2. Verify Apps and Keep Systems Up-to-Date
- Only download mobile apps from trusted sources. Before downloading any mobile banking app, verify that it's from your financial institution.
- Ensure all apps and your operating system are up-to-date and know what security features, operating system components, or access controls you are granting.
- If you think you've downloaded a fraudulent mobile app, contact your financial institution immediately.
3. Be Smart About What Information You Share and Where You Share It
- Protect your information on public, unsecured WiFi networks. Best practice: don't conduct transactions where you need to reveal personal or private information on an open network.

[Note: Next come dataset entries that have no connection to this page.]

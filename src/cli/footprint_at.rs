//! A footprint as it is named on the command line: its indices with commas.

use super::exit::UsageError;
use crate::granule::FootprintGrid;

/// The indices that were typed behind `option`.
///
/// # Errors
/// They are no whole numbers.
pub fn indices(option: &str, text: &str) -> Result<Vec<usize>, UsageError> {
    let index = |part: &str| {
        part.trim().parse::<usize>().map_err(|_| {
            UsageError(format!(
                "{option}: {:?} is no index; give whole numbers from 0 with commas, as in 12,34",
                part.trim()
            ))
        })
    };
    text.split(',').map(index).collect()
}

/// The footprint's number.
///
/// # Errors
/// There is none; the message tells the dimensions.
pub fn footprint(
    option: &str,
    grid: &FootprintGrid,
    position: &[usize],
) -> Result<usize, UsageError> {
    grid.number(position).ok_or_else(|| {
        let dimensions = grid.names().iter().zip(grid.lengths());
        let ranges: Vec<String> = dimensions
            .map(|(name, length)| match length.checked_sub(1) {
                Some(last) => format!("{name} 0 to {last}"),
                None => format!("{name} (empty)"),
            })
            .collect();
        let typed: Vec<String> = position.iter().map(usize::to_string).collect();
        UsageError(format!(
            "{option}: there is no footprint {}; the file has {}",
            typed.join(","),
            ranges.join(", ")
        ))
    })
}
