//! `radsieve train`: what the spectra of a campaign's granules are made of.

use std::io::Write;
use std::path::PathBuf;

use serde_json::json;

use super::exit::UsageError;
use super::inputs::{Inputs, Reading};
use super::{Exit, surroundings};
use crate::flags::Campaign;
use crate::review::{Producer, basis_path, rulebook_of, write_bases};
use crate::screening::health::training_rows;
use crate::screening::unusual::{Rows, SavedBases, fit_together, instrument_shape};
use crate::system::{Cancel, clean_text};

/// Spectra of all granules together: many times the components that are kept.
const SPECTRA: usize = 6000;
/// And at least as many of each granule.
const FEWEST_EACH: usize = 100;

/// A band's name, and the rows and noise that each granule gives.
type BandRows = (String, Vec<(Rows, Vec<f64>)>);

/// What was typed.
#[derive(Debug, clap::Args)]
#[command(after_help = "Example:\n  radsieve train spring/*.nc --campaign spring\n\n\
    The principal components are kept in the campaign's folder, in one file for each instrument; \
    screen and review then hold spectra against them. Without them each granule is held against its \
    own, which cannot find what is common in it. Take granules of all seasons and places, other than \
    those to be screened. What is unlike the others is left out, and so is what the producer rejects.")]
pub struct Arguments {
    #[command(flatten)]
    inputs: Inputs,
    #[command(flatten)]
    reading: Reading,
    /// The campaign folder; made if it is not there.
    #[arg(long, value_name = "DIR", default_value = surroundings::DEFAULT_CAMPAIGN)]
    campaign: PathBuf,
    /// JSON in place of text.
    #[arg(long)]
    json: bool,
}

/// Runs the command.
pub fn run(arguments: Arguments) -> anyhow::Result<Exit> {
    let files = arguments.inputs.files()?;
    let opening = arguments.reading.opening()?;
    let campaign = Campaign::open_or_create(&arguments.campaign)?;
    let limits = rulebook_of(&campaign).map_err(|error| UsageError(error.to_string()))?.health;
    let each = (SPECTRA / files.len().max(1)).max(FEWEST_EACH);
    let mut place: Option<(PathBuf, String)> = None;
    let mut granules = Vec::new();
    let mut bands: Vec<BandRows> = Vec::new();
    let mut rejected = 0;
    let mut failed = 0;
    for file in &files {
        let granule = match opening.open(file) {
            Ok(granule) => granule,
            Err(error) => {
                say!("radsieve: {}", clean_text(&error.to_string()));
                failed += 1;
                continue;
            }
        };
        let shape = instrument_shape(&granule);
        let (_, first) =
            place.get_or_insert_with(|| (basis_path(campaign.folder(), &granule), shape.clone()));
        if *first != shape {
            let file = clean_text(&file.display().to_string());
            say!(
                "radsieve: {file} is of another instrument than the first file, and left out: {shape}, \
                 not {first}"
            );
            failed += 1;
            continue;
        }
        granule.fill(&Cancel::new(), &mut |_| {})?;
        // What the producer rejects is no example of a sound spectrum.
        let producer = Producer::of(&granule, &campaign.settings().quality);
        for problem in &producer.problems {
            say!("radsieve: {}: {problem}", clean_text(&file.display().to_string()));
        }
        rejected += producer.left_out.iter().filter(|left_out| **left_out).count();
        let rows = training_rows(&granule, &limits, &producer.left_out, each, &Cancel::new())?;
        for (name, rows, noise) in rows {
            match bands.iter_mut().find(|(band, _)| *band == name) {
                Some((_, all)) => all.push((rows, noise)),
                None => bands.push((name, vec![(rows, noise)])),
            }
        }
        granules.push(granule.name());
    }
    let Some((path, instrument)) = place else {
        return Ok(Exit::Failed);
    };
    let fitted = bands.iter().filter_map(|(name, all)| Some((name.clone(), fit_together(all)?)));
    let bases = SavedBases { instrument, granules, bands: fitted.collect(), file: String::new() };
    if bases.bands.is_empty() {
        anyhow::bail!("there are too few whole spectra to find components in");
    }
    write_bases(&path, &bases)?;
    let bands = bases.bands.iter().map(|(name, basis)| {
        json!({
            "band": name,
            "components": basis.components(),
            "spectra": basis.scores.spectra,
            "left_out": basis.scores.left_out,
            "mean_score": basis.scores.mean,
            "score_deviation": basis.scores.deviation,
        })
    });
    let mut out = std::io::stdout().lock();
    if arguments.json {
        let file = path.display().to_string();
        let bands = bands.collect::<Vec<_>>();
        let answer = json!({
            "schema": 1,
            "file": file,
            "bands": bands,
            "rejected_by_producer": rejected,
        });
        writeln!(out, "{answer}")?;
        return Ok(Exit::of_many(files.len() - failed, failed));
    }
    for (name, basis) in &bases.bands {
        let (name, scores) = (clean_text(name), &basis.scores);
        let (components, spectra) = (basis.components(), scores.spectra);
        let left_out = scores.left_out;
        writeln!(out, "{name}: {components} components of {spectra} spectra, {left_out} left out")?;
    }
    if rejected > 0 {
        writeln!(out, "{rejected} footprints that the producer rejects were not taken")?;
    }
    writeln!(out, "{}", clean_text(&path.display().to_string()))?;
    Ok(Exit::of_many(files.len() - failed, failed))
}
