//! Footprints and their layers as CSV or JSON lines.

use std::io::{self, Write};

use rayon::prelude::*;
use serde::Serialize;
use serde::ser::{SerializeMap, Serializer};

use crate::granule::{FootprintGrid, Geolocation, Granule};
use crate::layers::Layer;

/// Rows that one thread makes into text at a time.
const BLOCK: usize = 256;

/// Blocks that are held before they are written.
const BLOCKS_AT_ONCE: usize = 64;

/// How a table is written.
#[derive(Debug, Clone, Copy, PartialEq, Eq)]
pub enum Form {
    /// One head line, then one line per footprint; missing is empty.
    Csv,
    /// One JSON object per footprint; missing is null.
    JsonLines,
}

/// The columns before the layers, by their names; none where there is no such column.
#[derive(Debug, Clone, PartialEq, Eq)]
pub struct Heading {
    file: Option<String>,
    dimensions: Vec<String>,
    latitude: Option<String>,
    longitude: Option<String>,
}

impl Heading {
    /// What a granule has; `file` where several files share the table.
    pub fn of(granule: &Granule, file: bool) -> Self {
        let (place, grid) = (granule.geolocation(), granule.footprints());
        let column = |there: bool, name: &str| there.then(|| grid.column(name));
        Self {
            file: column(file, "file"),
            latitude: column(place.latitude.is_some(), "lat"),
            longitude: column(place.longitude.is_some(), "lon"),
            dimensions: grid.names().to_vec(),
        }
    }

    /// Why a granule's rows can't stand under this heading.
    pub fn refuses(&self, granule: &Granule) -> Option<String> {
        let dimensions = granule.footprints().names();
        (dimensions != self.dimensions).then(|| {
            format!(
                "its footprint dimensions ({}) are not those of the files before it ({}), so its \
                 rows don't fit into the same table; tabulate it on its own",
                dimensions.join(", "),
                self.dimensions.join(", ")
            )
        })
    }

    /// Columns of a granule that have no place under this heading.
    pub fn lacks(&self, granule: &Granule) -> Vec<&'static str> {
        let place = granule.geolocation();
        let mut lacking = Vec::new();
        lacking.extend((place.latitude.is_some() && self.latitude.is_none()).then_some("lat"));
        lacking.extend((place.longitude.is_some() && self.longitude.is_none()).then_some("lon"));
        lacking
    }

    /// Writes the head line.
    pub fn write(&self, layers: &[String], out: &mut dyn Write) -> io::Result<()> {
        let mut names: Vec<&str> = Vec::new();
        names.extend(self.file.as_deref());
        names.extend(self.dimensions.iter().map(String::as_str));
        names.extend(self.latitude.as_deref());
        names.extend(self.longitude.as_deref());
        names.extend(layers.iter().map(String::as_str));
        csv::Writer::from_writer(out).write_record(names).map_err(stream_error)
    }
}

/// Writes the rows of one granule, footprints in row-major order.
pub fn write_rows(
    form: Form,
    heading: &Heading,
    file: &str,
    granule: &Granule,
    layers: &[Layer],
    out: &mut dyn Write,
) -> io::Result<()> {
    let (grid, place) = (granule.footprints(), granule.geolocation());
    let row = |footprint| Row { heading, file, grid, place, layers, footprint };
    let lines = |start: usize| {
        let rows = (start..(start + BLOCK).min(grid.count())).map(row);
        match form {
            Form::Csv => csv_lines(rows),
            Form::JsonLines => json_lines(rows),
        }
    };
    let starts: Vec<usize> = (0..grid.count()).step_by(BLOCK).collect();
    for some in starts.chunks(BLOCKS_AT_ONCE) {
        let blocks: Vec<io::Result<Vec<u8>>> = some.par_iter().map(|start| lines(*start)).collect();
        for block in blocks {
            out.write_all(&block?)?;
        }
    }
    Ok(())
}

fn csv_lines<'t>(rows: impl Iterator<Item = Row<'t>>) -> io::Result<Vec<u8>> {
    let mut writer = csv::Writer::from_writer(Vec::new());
    let mut buffer = Vec::new();
    for row in rows {
        row.write_cells(&mut writer, &mut buffer).map_err(stream_error)?;
    }
    writer.into_inner().map_err(|error| error.into_error())
}

fn json_lines<'t>(rows: impl Iterator<Item = Row<'t>>) -> io::Result<Vec<u8>> {
    let mut lines = Vec::new();
    for row in rows {
        serde_json::to_writer(&mut lines, &row)?;
        lines.push(b'\n');
    }
    Ok(lines)
}

struct Row<'t> {
    heading: &'t Heading,
    file: &'t str,
    grid: &'t FootprintGrid,
    place: &'t Geolocation,
    layers: &'t [Layer],
    footprint: usize,
}

impl Row<'_> {
    fn write_cells(
        &self,
        writer: &mut csv::Writer<Vec<u8>>,
        buffer: &mut Vec<u8>,
    ) -> Result<(), csv::Error> {
        if self.heading.file.is_some() {
            writer.write_field(self.file)?;
        }
        for index in self.grid.position(self.footprint) {
            writer.write_field(index.to_string())?;
        }
        let heading = self.heading;
        let latitude = heading.latitude.iter().map(|_| self.value(&self.place.latitude));
        let longitude = heading.longitude.iter().map(|_| self.value(&self.place.longitude));
        let layers = self.layers.iter().map(|layer| layer.values[self.footprint]);
        for value in latitude.chain(longitude).chain(layers) {
            buffer.clear();
            write_cell(value, buffer);
            writer.write_field(&buffer)?;
        }
        writer.write_record(None::<&[u8]>)
    }

    fn value(&self, field: &Option<Vec<f64>>) -> f64 {
        field.as_ref().map_or(f64::NAN, |values| values[self.footprint])
    }
}

impl Serialize for Row<'_> {
    fn serialize<S: Serializer>(&self, serializer: S) -> Result<S::Ok, S::Error> {
        let mut row = serializer.serialize_map(None)?;
        // Each line names what its own granule has.
        let dimensions = self.grid.names();
        if self.heading.file.is_some() {
            row.serialize_entry(&self.grid.column("file"), self.file)?;
        }
        for (name, index) in dimensions.iter().zip(self.grid.position(self.footprint)) {
            row.serialize_entry(name, &index)?;
        }
        for (name, field) in [("lat", &self.place.latitude), ("lon", &self.place.longitude)] {
            if field.is_some() {
                row.serialize_entry(&self.grid.column(name), &present(self.value(field)))?;
            }
        }
        for (at, layer) in self.layers.iter().enumerate() {
            // A key must not come twice: `lat` may be asked for and is there already.
            let there = |name: &str| name == layer.expression;
            let known = dimensions.iter().any(|name| there(name))
                || (there(&self.grid.column("lat")) && self.place.latitude.is_some())
                || (there(&self.grid.column("lon")) && self.place.longitude.is_some())
                || self.layers[..at].iter().any(|before| there(&before.expression));
            if !known {
                row.serialize_entry(&layer.expression, &present(layer.values[self.footprint]))?;
            }
        }
        row.end()
    }
}

/// The error of the stream beneath: a reader that went away must be told from other failures.
pub fn stream_error(error: csv::Error) -> io::Error {
    match error.into_kind() {
        csv::ErrorKind::Io(error) => error,
        other => io::Error::other(format!("{other:?}")),
    }
}

/// A number for a cell: the shortest digits that read back as the same number; empty where missing.
pub fn cell(value: f64) -> String {
    let mut cell = Vec::new();
    write_cell(value, &mut cell);
    String::from_utf8_lossy(&cell).into_owned()
}

/// The same, behind what is in `out`.
fn write_cell(value: f64, out: &mut Vec<u8>) {
    // Writing to memory does not fail.
    let _ = if !value.is_finite() {
        Ok(())
    } else if value == 0.0 {
        // Never "-0".
        out.write_all(b"0")
    } else if (1e-3..1e15).contains(&value.abs()) {
        write_common(value, out)
    } else if (1e-5..1e17).contains(&value.abs()) {
        write!(out, "{value}")
    } else {
        write!(out, "{value:e}")
    };
}

/// Nearly all numbers of a table: as few digits as for the others, found faster. Where two numbers of so
/// many digits are as near, it may be the other one.
fn write_common(value: f64, out: &mut Vec<u8>) -> io::Result<()> {
    serde_json::to_writer(&mut *out, &value)?;
    if out.ends_with(b".0") {
        out.truncate(out.len() - 2);
    }
    Ok(())
}

/// A number for JSON, which has none for missing.
pub fn present(value: f64) -> Option<f64> {
    value.is_finite().then_some(value + 0.0)
}

#[cfg(test)]
mod tests {
    use proptest::prelude::*;

    use super::*;

    proptest! {
        #[test]
        fn common_numbers_read_back_as_the_same_and_are_as_short_as_others(value in prop_oneof![
            proptest::num::f64::NORMAL,
            150.0..350.0_f64,
            -180.0..180.0_f64,
            (-1_000_000..1_000_000_i64).prop_map(|whole| whole as f64),
            any::<f32>().prop_map(f64::from),
        ]) {
            prop_assume!((1e-3..1e15).contains(&value.abs()));
            let cell = cell(value);
            prop_assert_eq!(cell.parse::<f64>().ok(), Some(value));
            prop_assert_eq!(cell.len(), value.to_string().len());
        }
    }

    #[test]
    fn a_dimension_keeps_its_name_and_a_column_gives_way() {
        let names = vec!["lat".to_owned(), "lon".to_owned()];
        let grid = FootprintGrid::new(names, vec![2, 3]);
        assert_eq!(grid.column("lat"), "lat_of_footprint");
        assert_eq!(grid.column("file"), "file");
    }

    #[test]
    fn cells_read_back_as_the_same_number() {
        for value in [287.123_456_789_012_3, -0.1, 1e-9, 1.5e300, 1.7e9 + 0.123, 5e-324] {
            assert_eq!(cell(value).parse::<f64>().unwrap(), value);
            assert!(cell(value).len() < 25, "{}", cell(value));
        }
        assert_eq!(cell(-0.0), "0");
        assert_eq!(cell(f64::NAN), "");
        assert_eq!(cell(f64::INFINITY), "", "as in JSON");
        assert_eq!(serde_json::to_string(&present(-0.0)).unwrap(), "0.0");
        assert_eq!(serde_json::to_string(&present(f64::NAN)).unwrap(), "null");
    }
}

- Never disclose personal information about your accounts via a text message (i.e. account numbers or passwords) or any information that can be used to steal your identity, such as your social security or driver's license number.

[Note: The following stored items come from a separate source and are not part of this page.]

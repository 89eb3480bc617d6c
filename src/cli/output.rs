//! What is printed, to streams that may be gone.

use std::fmt::Display;
use std::io::{self, ErrorKind, IsTerminal, Write};
use std::os::unix::ffi::OsStrExt;
use std::path::Path;

use super::Exit;
use crate::granule::{Granule, Problem, ProblemKind};
use crate::system::clean_text;

/// Writes a line to standard error; where that is closed or full, nothing is left to be done.
macro_rules! say {
    ($($words:tt)*) => {{
        use std::io::Write as _;
        let _ = writeln!(std::io::stderr(), $($words)*);
    }};
}

/// Standard output of a command whose work is done elsewhere, in ledgers and files: that goes on where
/// nobody reads any more.
#[derive(Debug, Default)]
pub struct Output {
    failure: Option<io::Error>,
}

impl Output {
    /// Writes a line.
    pub fn line(&mut self, words: impl Display) {
        if self.failure.is_none() {
            self.failure = writeln!(io::stdout(), "{words}").err();
        }
    }

    /// Writes a path on a line: its own bytes, so that a script can open it, but clean on a terminal.
    pub fn path(&mut self, path: &Path) {
        let bytes = path.as_os_str().as_bytes();
        if self.failure.is_some() {
        } else if io::stdout().is_terminal() {
            self.line(clean_text(&path.to_string_lossy()));
        } else {
            self.failure = io::stdout().write_all(&[bytes, b"\n"].concat()).err();
        }
    }

    /// How the command ends that would end with `exit`.
    ///
    /// # Errors
    /// Standard output could not be written to. That its reader went away is no failure.
    pub fn end(self, exit: Exit) -> anyhow::Result<Exit> {
        match self.failure {
            Some(error) if error.kind() != ErrorKind::BrokenPipe => {
                Err(anyhow::Error::new(error).context("cannot write to standard output"))
            }
            _ => Ok(exit),
        }
    }
}

/// Says on standard error what was asked for and could not be done with a granule.
pub fn tell_refused(granule: &Granule) {
    let refused = |problem: &&Problem| problem.kind == ProblemKind::Refused;
    for problem in granule.problems().iter().filter(refused) {
        say!("radsieve: {}: {problem}", clean_text(&granule.path().to_string_lossy()));
    }
}

/// Words of several lines, with nothing in them that a terminal would obey.
pub fn clean_lines(words: &str) -> String {
    words.lines().map(clean_text).collect::<Vec<_>>().join("\n")
}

- Frequently delete text messages from your financial institution.
4. Monitor Frequently
- Monitor your accounts regularly, and turn on alerts to stay abreast of any suspicious activity.
- Watch for notifications from your financial institution about the dangers of malware, scams or questionable free apps.
5. Report Immediately
- If you see fraudulent activity on your account, contact your financial institution immediately.
- Review and consider placing a fraud alert on your credit reports. Close or change any accounts that you know, or believe, have been tampered with or opened fraudulently.
- File a complaint with the Federal Trade Commission (FTC).